EXERCISE BRIEF >> One part of the entries below is wanted: the lines from the one containing "with Service(cfg) as" through the one containing "rec = read_sigmf(tmp_path". Write those out exactly and nothing else.

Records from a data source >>
class TestIqCapture:
    """record.iq from the radio: every good receive buffer copied, through the same feed as
    the recorded-IQ source, with a capture segment where the stream broke."""

    def _capture(self, tmp_path, air, n, **settings):
        with CaptureWriter(tmp_path / "cap", sample_rate_hz=PLAN.sample_rate_hz, plan=PLAN,
                           center_hz=PLAN.center_hz) as w:
            with RadioDriver(plan=PLAN, open_device=air, capture=w, **FAST, **settings) as drv:
                _take(drv, n)
        _library_open(tmp_path / "cap")
        return read_sigmf(tmp_path / "cap"), drv

    def test_buffers_are_copied_in_order_and_scaled_to_full_scale(self, tmp_path):
        stream, _ = _periodic_stream(40, gap=500)
        air = FakeAir(stream)
        rec, drv = self._capture(tmp_path, air, 10)
        assert [s.reason for s in rec.segments] == ["start"]
        # Everything served was copied (the last buffer when the source stopped), as the
        # driver scaled it: converter counts / 2048 (tests/radio_fakes.py serves stream * 2048).
        assert rec.n_samples == air.served * 4 * PLAN.frame_len
        served = (stream[:rec.n_samples] * 2048.0).astype(np.complex64) / np.float32(2048)
        np.testing.assert_array_equal(rec.samples(0, rec.n_samples), served)

    def test_an_overflow_starts_a_segment_at_the_boundary_where_samples_were_lost(self,
                                                                                 tmp_path):
        gap = 700
        stream, _ = _periodic_stream(80, gap=gap)
        buf = 2 * PLAN.frame_len
        air = FakeAir(stream, skips={4: 3})  # three buffers lost after buffer 4
        rec, drv = self._capture(tmp_path, air, 40, buffer_frames=2)
        assert drv.counters["suspected_overflows"] == 1
        assert [(s.sample_start, s.reason) for s in rec.segments] == [(0, "start"),
                                                                       (5 * buf, "overflow")]
        # The lost count is not known from frame counters: the segment states none.
        assert rec.segments[1].global_index == 5 * buf

    def test_a_reconnect_and_a_malformed_buffer_start_gap_segments(self, tmp_path):
        stream, _ = _periodic_stream(60, gap=500)
        buf = 4 * PLAN.frame_len
        air = FakeAir(stream, bad={1}, timeouts={4})
        rec, drv = self._capture(tmp_path, air, 12)
        assert drv.counters["reconnects"] == 1 and drv.counters["bad_buffers"] == 1
        # buffers 0, 2, 3 before the timeout at 4, then the reopened device's stream
        assert [(s.sample_start, s.reason) for s in rec.segments] == [
            (0, "start"), (buf, "gap"), (3 * buf, "gap")]

    def test_the_daemon_captures_the_emulated_radio(self, tmp_path):
        """record.iq with driver.kind radio on the emulated backend (its own cyclic transmitter
        on the emulated air, a receive timeout every 12th buffer): the capture passes the
        sigmf package's validation and has one segment per stream, each after a reconnect
        marked as a gap."""
        cfg = loopback_config(
            link={"center_hz": 2.4e9, "sample_rate_hz": 480000.0},
            driver={"kind": "radio", "radio": {"backend": "emulated", "uri": "emulated:rx",
                                               "transmit": True, "backoff_s": 0.01}},
            emulated={"air_endpoint": _free_endpoint(), "path_gain_db": 22.0,
                      "rx_timeout_every": 12},
            record={"iq": {"path": str(tmp_path / "live")}})
        with Service(cfg) as svc:
            svc.start()
            assert until(lambda: (svc.step(0.01) or True)
                         and svc.driver.counters["reconnects"] >= 2, 120)
            counters = dict(svc.driver.counters)
        _library_open(tmp_path / "live")
        rec = read_sigmf(tmp_path / "live")
        buf = 4 * make_plan(**cfg.link.model_dump()).frame_len
        assert rec.n_samples > 0 and rec.n_samples % buf == 0
        reasons = [s.reason for s in rec.segments]
        assert reasons[0] == "start" and set(reasons[1:]) == {"gap"}
        assert len(reasons) - 1 >= 2 and len(reasons) - 1 <= counters["reconnects"] + 1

RESULT >>
        with Service(cfg) as svc:
            svc.start()
            assert until(lambda: (svc.step(0.01) or True)
                         and svc.driver.counters["reconnects"] >= 2, 120)
            counters = dict(svc.driver.counters)
        _library_open(tmp_path / "live")
        rec = read_sigmf(tmp_path / "live")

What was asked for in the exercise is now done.